Colin se metió la otra mitad del mazapán en la boca y se tomó su tiempo masticándolo, mientras procuraba no reflejar expresión alguna en el rostro. Después de tragar, preguntó:
– ¿Qué quieres saber?
– Todo.
– ¿Qué te hace pensar que hay algo que contar?
– El hecho de que la besases es un indicio bastante evidente.
Maldita sea. ¿Por qué tenía que ser su hermano tan endiabladamente observador?
– ¿Qué te hace pensar que la besé?
– Puesto que yo mismo sé besar de manera excelente, según mi esposa, conozco la mirada de una mujer a la que han besado bien y la mirada de madame Larchmont le delataba completamente. Está claro que tú no me vas a facilitar ninguna información voluntariamente, así que me veo obligado a preguntar. ¿Es viuda o simplemente pretende estar casada?

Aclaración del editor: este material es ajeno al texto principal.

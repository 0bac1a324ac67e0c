/**
 * Randomized sync simulation (promises 1, 3, 5 of src/contracts/sync.ts): three clients of one desk, each
 * with its own IndexedDB (fake-indexeddb) and the real client sync engine, edit shared
 * scenarios while going offline and online at random; the service is restarted mid-run. At
 * the end every edit is in the server's revision history (conflicts are resolved by keeping
 * both versions, so a conflict never drops an edit), and every client equals the server.
 */
import 'fake-indexeddb/auto';
import type { Server } from 'node:http';
import { randomUUID } from 'node:crypto';
import seedrandom from 'seedrandom';
import { afterAll, beforeAll, describe, expect, it } from 'vitest';
import { createApp } from '../../server/app';
import { canonicalJson, type ScenarioDocument } from '../../src/engine/core';
import { freePort } from '../../server/bootstrap/postgres';
import { SaltationDb } from '../../src/store/db';
import { deleteScenario, saveScenario } from '../../src/store/scenarios';
import { keepBoth } from '../../src/sync/conflicts';
import type { SyncTransport } from '../../src/sync/protocol';
import { syncOnce } from '../../src/sync/sync-engine';
import { testDb } from '../support/database';
import { testMail, type TestMail } from '../support/mail';
import { scenarioDoc } from '../support/scenario-doc';

let port: number;
let server: Server | null = null;
let closeDb: (() => Promise<void>) | null = null;
let mail: TestMail;

async function startService() {
  const db = testDb();
  const app = createApp({
    db,
    jwtSecret: 'sim-secret',
    log: () => undefined,
    mailer: mail.mailer,
    appUrl: `http://127.0.0.1:${port}`,
  });
  server = await new Promise<Server>((resolve) => {
    const s = app.listen(port, '127.0.0.1', () => resolve(s));
  });
  closeDb = () => db.destroy();
}
async function stopService() {
  server?.closeAllConnections();
  await new Promise<void>((resolve) => (server ? server.close(() => resolve()) : resolve()));
  await closeDb?.();
  server = null;
}

async function call<T>(
  token: string | null,
  method: string,
  path: string,
  body?: unknown,
): Promise<T> {
  const res = await fetch(`http://127.0.0.1:${port}/api${path}`, {
    method,
    headers: {
      'Content-Type': 'application/json',
      ...(token ? { Authorization: `Bearer ${token}` } : {}),
    },
    body: body === undefined ? undefined : JSON.stringify(body),
  });
  const json = (await res.json()) as T;
  if (!res.ok) throw new Error(`${method} ${path}: ${res.status} ${JSON.stringify(json)}`);
  return json;
}

const transport = (token: string): SyncTransport => ({
  push: (mutations) => call(token, 'POST', '/sync/push', { mutations }),
  pull: (since) => call(token, 'GET', `/sync/pull?since=${encodeURIComponent(since)}`),
});

async function signUp(label: string) {
  const email = `${label}-${randomUUID().slice(0, 8)}@example.test`;
  const password = `${label}-password-1`;
  const { user } = await call<{ user: { id: string } }>(null, 'POST', '/auth/register', {
    email,
    password,
    name: label,
  });
  const { token } = await call<{ token: string }>(null, 'POST', '/auth/signin', {
    email,
    password,
  });
  return { id: user.id, email, token };
}

beforeAll(async () => {
  mail = await testMail();
  port = await freePort();
  await startService();
});
afterAll(async () => {
  await stopService();
  await mail.close();
});

let conflictsResolved = 0;

describe('randomized sync simulation', () => {
  for (const seed of [1, 2, 3])
    it(`seed ${seed}: three clients, random offline periods and edits, a service restart: no edit lost, all converge`, async () => {
      const random = seedrandom(`saltation-sync-sim-${seed}`);
      const lead = await signUp('sim-lead');
      const traders = [await signUp('sim-a'), await signUp('sim-b')];
      const { desk } = await call<{ desk: { id: string } }>(lead.token, 'POST', '/desks', {
        name: 'Sim desk',
      });
      for (const t of traders) {
        await call(lead.token, 'POST', `/desks/${desk.id}/invites`, {
          email: t.email,
          role: 'trader',
        });
        const token = new URL(await mail.linkFor(t.email, /invites you/)).searchParams.get('token');
        await call(t.token, 'POST', '/invites/accept', { token });
      }
      const { set } = await call<{ set: { id: string } }>(lead.token, 'POST', '/sets', {
        name: 'Sim set',
        deskId: desk.id,
      });
      const clients = [lead, ...traders].map((u, i) => ({
        user: u,
        db: new SaltationDb(`sim-${i}-${randomUUID()}`),
        online: true,
        edits: 0,
      }));
      const tokens: string[] = [];
      const discarded = new Set<string>();
      let restarted = false;
      let unreachable = 0;

      const trySync = async (c: (typeof clients)[number]) => {
        if (!c.online) return;
        try {
          await syncOnce(c.db, transport(c.user.token), c.user.id);
        } catch {
          unreachable++; // the service is down: the outbox keeps everything
        }
      };

      for (let tick = 0; tick < 80; tick++) {
        if (tick === 40 && !restarted) {
          await stopService();
          for (const c of clients) await trySync(c); // while it is down
          await startService();
          restarted = true;
        }
        const c = clients[Math.floor(random() * clients.length)];
        const roll = random();
        if (roll < 0.15) c.online = !c.online;
        else if (roll < 0.3) {
          const id = randomUUID();
          const token = `new:${tokens.length}`;
          tokens.push(token);
          await saveScenario(c.db, scenarioDoc(id, `Scenario ${tokens.length}`, token), set.id);
        } else if (roll < 0.35 && c === clients[0]) {
          const mine = await c.db.scenarios.where('setId').equals(set.id).toArray();
          if (mine.length > 3) {
            const victim = mine[Math.floor(random() * mine.length)];
            // deleting discards the deleter's own unpushed edits of it, by intent
            for (const t of (victim.document.notes ?? '').split(' ')) discarded.add(t);
            await deleteScenario(c.db, victim.id);
          }
        } else {
          const mine = await c.db.scenarios.where('setId').equals(set.id).toArray();
          if (mine.length > 0) {
            const s = mine[Math.floor(random() * mine.length)];
            const token = `edit:${tokens.length}`;
            tokens.push(token);
            const doc: ScenarioDocument = {
              ...s.document,
              notes: `${s.document.notes ?? ''} ${token}`.trim(),
            };
            await saveScenario(c.db, doc);
          }
        }
        await trySync(c);
      }

      // everyone back online; conflicts resolved by keeping both; sync until nothing moves
      for (const c of clients) c.online = true;
      for (let round = 0; round < 12; round++) {
        for (const c of clients) {
          const conflicted = await c.db.scenarios.where('syncState').equals('conflict').toArray();
          for (const s of conflicted) await keepBoth(c.db, s.id, true);
          conflictsResolved += conflicted.length;
          await trySync(c);
        }
      }
      for (const c of clients) {
        expect(await c.db.outbox.count()).toBe(0);
        expect(await c.db.scenarios.where('syncState').anyOf('conflict', 'pending').count()).toBe(
          0,
        );
      }

      // every edit is in some revision on the server
      const everything = await call<{
        changes: { scenarioId: string; document: ScenarioDocument | null }[];
      }>(lead.token, 'GET', '/sync/pull?since=0');
      const history = new Set<string>();
      for (const ch of everything.changes) {
        const { revisions } = await call<{ revisions: { document: ScenarioDocument | null }[] }>(
          lead.token,
          'GET',
          `/scenarios/${ch.scenarioId}/revisions`,
        );
        for (const r of revisions)
          for (const t of (r.document?.notes ?? '').split(' ')) history.add(t);
      }
      expect(tokens.length).toBeGreaterThan(30);
      expect(tokens.filter((t) => !history.has(t) && !discarded.has(t))).toEqual([]);
      expect(unreachable).toBeGreaterThan(0);

      // convergence: each client holds exactly the server's live scenarios of the set
      const live = new Map(
        everything.changes
          .filter((ch) => ch.document)
          .map((ch) => [ch.scenarioId, canonicalJson(ch.document)]),
      );
      for (const c of clients) {
        const local = await c.db.scenarios.where('setId').equals(set.id).toArray();
        expect(new Map(local.map((s) => [s.id, canonicalJson(s.document)]))).toEqual(live);
        c.db.close();
      }
    }, 120000);

  it('the runs above met conflicts (so the no-loss check covered them)', () => {
    expect(conflictsResolved).toBeGreaterThan(0);
  });
});
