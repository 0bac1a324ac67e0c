/**
 * The service refuses a scenario whose valuation date is not a real calendar date (ISO 8601,
 * common practice): the push answers the mutation `invalid` with the field path, and stores
 * nothing.
 */
import { randomUUID } from 'node:crypto';
import { describe, expect, it } from 'vitest';
import { apiFixture } from '../support/api';
import { scenarioDoc } from '../support/scenario-doc';

const api = apiFixture();

describe('calendar dates on the service', () => {
  it('refuses 2026-02-30, 2026-13-45 and 2026-2-3 as valuation dates, and keeps a real one', async () => {
    const u = await api.user('dates');
    const set = await api.as(u).post('/api/sets', { name: 'Dated' });
    const setId = set.body.set.id as string;
    for (const date of ['2026-02-30', '2026-13-45', '2026-2-3']) {
      const id = randomUUID();
      const res = await api.as(u).post('/api/sync/push', {
        mutations: [
          {
            mutationId: randomUUID(),
            scenarioId: id,
            setId,
            baseRevision: 0,
            document: { ...scenarioDoc(id), valuationDate: date },
          },
        ],
      });
      expect(res.status).toBe(200);
      expect(res.body.results[0].status).toBe('invalid');
      expect(res.body.results[0].error).toMatch(/valuationDate: must be a real date YYYY-MM-DD/);
    }
    const pulled = await api.as(u).get('/api/sync/pull?since=0');
    expect(pulled.body.changes).toEqual([]);
    const id = randomUUID();
    const ok = await api.as(u).post('/api/sync/push', {
      mutations: [
        {
          mutationId: randomUUID(),
          scenarioId: id,
          setId,
          baseRevision: 0,
          document: scenarioDoc(id),
        },
      ],
    });
    expect(ok.body.results[0].status).toBe('applied');
  });

  it('answers 400 with the field path to a malformed push body', async () => {
    const u = await api.user('dates-400');
    const res = await api.as(u).post('/api/sync/push', { mutations: [{ scenarioId: 'x' }] });
    expect(res.status).toBe(400);
    expect(res.body.error.path).toMatch(/^body\.mutations\.0\./);
  });
});
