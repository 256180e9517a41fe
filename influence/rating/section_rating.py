"""One section rated as the ``[rating]`` settings ask: factors looked up, then the equation.

This is the join between the settings, a section's capacity and its effects: it picks the load
factors of the method, level and limit state (MBE tables by edition and ADTT), the dynamic
allowance (the rules, or the settings' override), the condition and system factors, and the
distribution factor for the level (the one-lane factor without the 1.2 for special permits,
the several-lane factor for routine permits, the governing factor otherwise).

Example (steel, legal level, MBE 2nd edition, ADTT 1000: gL = 1.30):
    >>> from influence.rating.capacity import Capacity
    >>> from influence.rating.settings import rating_settings
    >>> settings = rating_settings({"rating": {"material": "steel", "adtt": 1000}}, "kip-ft")
    >>> capacity = Capacity("moment", "positive", 3000.0, 1.0, start=0.0, end=40.0)
    >>> effects = SectionEffects("positive", dead_components=1000.0, live=500.0)
    >>> result = rate_section(settings, capacity, effects, level="legal",
    ...                       limit_state="Strength I", span_length=40.0, units="kip-ft")
    >>> result.live_factor, result.impact, round(result.rating_factor, 4)  # 1750/(1.3 x 665)
    (1.3, 0.33, 2.0243)
    >>> rate_section(settings, capacity, effects, level="legal", limit_state="Service II",
    ...              span_length=40.0, units="kip-ft") is None     # no service capacity given
    True
"""

from __future__ import annotations

from influence.errors import ModelError
from influence.rating.capacity import Capacity
from influence.rating.distribution import permit_distribution
from influence.rating.equations import lfr_rating, lrfr_rating, lrfr_service_rating
from influence.rating.impact import lfr_impact, lrfr_impact
from influence.rating.live_factors import (
    PermitCrossing,
    legal_live_load_factor,
    permit_live_load_factor,
)
from influence.rating.load_factors import (
    LimitStateFactors,
    allowable_factors,
    limit_state_factors,
)
from influence.rating.result import RatingResult, SectionEffects
from influence.rating.settings import RatingSettings


def distribution_for(settings: RatingSettings, response: str, level: str) -> float:
    """Lanes per girder for a response at a rating level (1.0 when none is set).

    Raises:
        ModelError: at the permit level without a permit in the settings.
    """
    value = settings.distribution
    if value is None:
        return 1.0
    if isinstance(value, float):
        return value
    factors = value.factors(response)
    if level == "permit":
        return permit_distribution(factors, _permit(settings).kind)
    return factors.governing


def _permit(settings: RatingSettings) -> PermitCrossing:
    if settings.permit is None:
        raise ModelError("the permit level needs a permit", item="rating.permit",
                         fix="describe it in [rating.permit]")
    return settings.permit


def _factors(settings: RatingSettings, level: str,
             limit_state: str) -> tuple[LimitStateFactors, float]:
    """The limit state's row of the MBE table and its live-load factor."""
    if settings.material is None:
        raise ModelError("LRFR needs the bridge material", item="rating.material",
                         fix="add material to [rating]")
    row = limit_state_factors(settings.material, level, limit_state,
                              overlay_measured=settings.overlay_measured)
    if row.live is not None:
        return row, row.live
    if row.live_table == "legal table":
        return row, legal_live_load_factor(settings.edition, settings.adtt).factor
    return row, permit_live_load_factor(settings.edition, _permit(settings),
                                        settings.adtt).factor


def rate_section(settings: RatingSettings, capacity: Capacity, effects: SectionEffects, *,
                 level: str, span_length: float, units: str,
                 limit_state: str = "") -> RatingResult | None:
    """The rating factor of one section, response and sense at one level and limit state.

    Args:
        settings: the ``[rating]`` settings.
        capacity: the capacity that applies at the section (see ``capacity_at``).
        effects: the section's effects in the capacity's sense, with the distribution factor
            already applied or set in ``effects.distribution``.
        level: rating level of the method.
        span_length: span for the dynamic allowance rules [length of ``units``].
        units: "kip-ft" or "kN-m".
        limit_state: LRFR limit state ("" for LFR and ASR).

    Returns:
        The result, or None when the capacity has no value for this check (a service limit
        state without ``service``, an ASR level without ``allowable``): "not rated".

    Raises:
        ModelError: when the capacity's sense differs from the effects', or a factor cannot be
            found (unknown level or limit state, permit level without a permit).
    """
    if capacity.sense != effects.sense:
        raise ModelError(f"a {capacity.sense} capacity with {effects.sense} effects",
                         item=capacity.label, fix="rate each sense with its own capacity")
    if settings.method == "LRFR":
        return _lrfr(settings, capacity, effects, level, limit_state, span_length, units)
    impact = settings.impact
    if impact is None:
        impact = lfr_impact(span_length, units).fraction
    factors = allowable_factors(settings.method, level)
    value = capacity.allowable_at(level) if settings.method == "ASR" else capacity.factored
    if value is None:
        return None
    return lfr_rating(effects, capacity=value, dead_factor=factors.dead,
                      live_factor=factors.live, impact=impact, level=level,
                      method=settings.method)


def _lrfr(settings: RatingSettings, capacity: Capacity, effects: SectionEffects, level: str,
          limit_state: str, span_length: float, units: str) -> RatingResult | None:
    row, live_factor = _factors(settings, level, limit_state)
    impact = settings.impact
    if impact is None:
        surface = "standard" if level.startswith("design") else settings.surface
        impact = lrfr_impact(level, span_length, units, surface=surface).fraction
    if row.capacity == "service":
        if capacity.service is None:
            return None
        return lrfr_service_rating(
            effects, service_capacity=capacity.service, live_factor=live_factor, impact=impact,
            dead_components_factor=row.dead_components, dead_wearing_factor=row.dead_wearing,
            limit_state=limit_state, level=level)
    if capacity.nominal is None:
        return None
    return lrfr_rating(
        effects, nominal=capacity.nominal, resistance_factor=capacity.resistance_factor,
        dead_components_factor=row.dead_components, dead_wearing_factor=row.dead_wearing,
        live_factor=live_factor, impact=impact, condition_factor=settings.condition_factor,
        system_factor=settings.system_factor_for(capacity.response), limit_state=limit_state,
        level=level)
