"""The factors of a rating with where each came from, in words for the outputs: the
distribution factor and the live-load factor.

Distribution (lanes per girder): the ``[rating]`` number as given; or the AASHTO LRFD 4.6.2.2
factors of the girder geometry, the larger of one lane and two or more for the design and legal
levels; for permits, special permits take the one-lane factor with the 1.2 multiple presence
factor divided out and routine permits the factor for two or more lanes (confirmed, NCHRP
20-07/Task 285 project statement). A number given in ``[rating]`` is used for permits too: it
is the engineer's own.

Example:
    >>> from influence.rating.settings import rating_settings
    >>> settings = rating_settings({"rating": {"material": "steel", "adtt": 1000,
    ...                                        "distribution": 0.62}}, "kip-ft")
    >>> distribution_basis(settings, "moment", permit=False)
    (0.62, '0.62 lanes per girder as [rating] gives it')
    >>> live_factor_basis(settings, "legal", "Strength I").split(":")[0]
    '1.3'
"""

from __future__ import annotations

from influence.rating.distribution import permit_distribution
from influence.rating.live_factors import legal_live_load_factor, permit_live_load_factor
from influence.rating.load_factors import allowable_factors, limit_state_factors
from influence.rating.settings import RatingSettings

NO_DISTRIBUTION = ("1: the effects are those of the girder line modelled (no distribution in "
                   "[rating])")


def distribution_basis(settings: RatingSettings, response: str, permit: bool,
                       live_scale: float = 1.0) -> tuple[float, str]:
    """Lanes per girder for a response, and how they were found.

    Args:
        settings: the ``[rating]`` settings.
        response: "moment", "shear" or "axial" (axial takes the moment factors).
        permit: whether the permit's distribution rule applies (a permit level).
        live_scale: the model file's ``[live_load]`` distribution x multiple presence, used
            when ``[rating]`` gives none [-].
    """
    value = settings.distribution
    if value is None:
        if live_scale == 1.0:
            return 1.0, NO_DISTRIBUTION
        return live_scale, (f"{live_scale:g} lanes per girder: [live_load] distribution x "
                            "multiple presence (no distribution in [rating])")
    if isinstance(value, float):
        return value, f"{value:g} lanes per girder as [rating] gives it"
    factors = value.factors(response)
    formulas = "; ".join(factors.basis)
    several = "-" if factors.several_lanes is None else f"{factors.several_lanes:.4g}"
    if permit and settings.permit is not None:
        g = permit_distribution(factors, settings.permit.kind)
        rule = (f"special permit: one-lane factor {factors.one_lane:.4g} / 1.2 = {g:.4g}, the "
                "multiple presence factor divided out" if settings.permit.kind == "special" else
                f"routine permit: the factor for two or more lanes, {g:.4g}")
        return g, f"{rule} (NCHRP 20-07/Task 285, confirmed); {formulas}"
    g = factors.governing
    return g, (f"LRFD 4.6.2.2 {factors.girder} girder, {factors.response}: one lane "
               f"{factors.one_lane:.4g}, two or more {several}, the larger {g:.4g}; {formulas}")


def live_factor_basis(settings: RatingSettings, level: str, limit_state: str) -> str:
    """The live-load factor (gL, or A2 for LFR and ASR) with its table entry and mark."""
    if settings.method != "LRFR":
        factors = allowable_factors(settings.method, level)
        return (f"{factors.live:g}: A2 at {level}, with A1 = {factors.dead:g} "
                f"({factors.mark})")
    assert settings.material is not None
    row = limit_state_factors(settings.material, level, limit_state,
                              overlay_measured=settings.overlay_measured)
    if row.live is not None:
        return f"{row.live:g}: {limit_state} at {level}, {settings.material} ({row.mark})"
    if row.live_table == "legal table":
        found = legal_live_load_factor(settings.edition, settings.adtt)
    else:
        assert settings.permit is not None
        found = permit_live_load_factor(settings.edition, settings.permit, settings.adtt)
    return f"{found.factor:g}: {found.basis} ({found.mark})"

– ¿Qué te hace pensar que no está casada?
– Te conozco y sé que no eres el tipo de hombre que jugaría con la mujer de otro hombre.
Maldita sea. Nathan siempre pensaba lo mejor de él; nunca dudaba de su honor o de su integridad y eso lo intimidaba.
– Gracias por el voto de confianza -dijo con calma-. Dios sabe que es más de lo que merezco.
– Si dices eso una vez más, te juro que voy a empezar a lanzarte huevos de nuevo -replicó Nathan con suavidad- Así que, ¿es viuda o hace ver que está casada?
– Pretende estar casada.
– El pretendido esposo le permite estar a salvo, segura y con la libertad que no tendría si no estuviera casada o incluso si fuese viuda. Está claro que es muy inteligente.
– Sí, lo es.
– Y obviamente está enamorada de ti. Un sentimiento que, yo que te conozco muy bien, sospecho que es recíproco.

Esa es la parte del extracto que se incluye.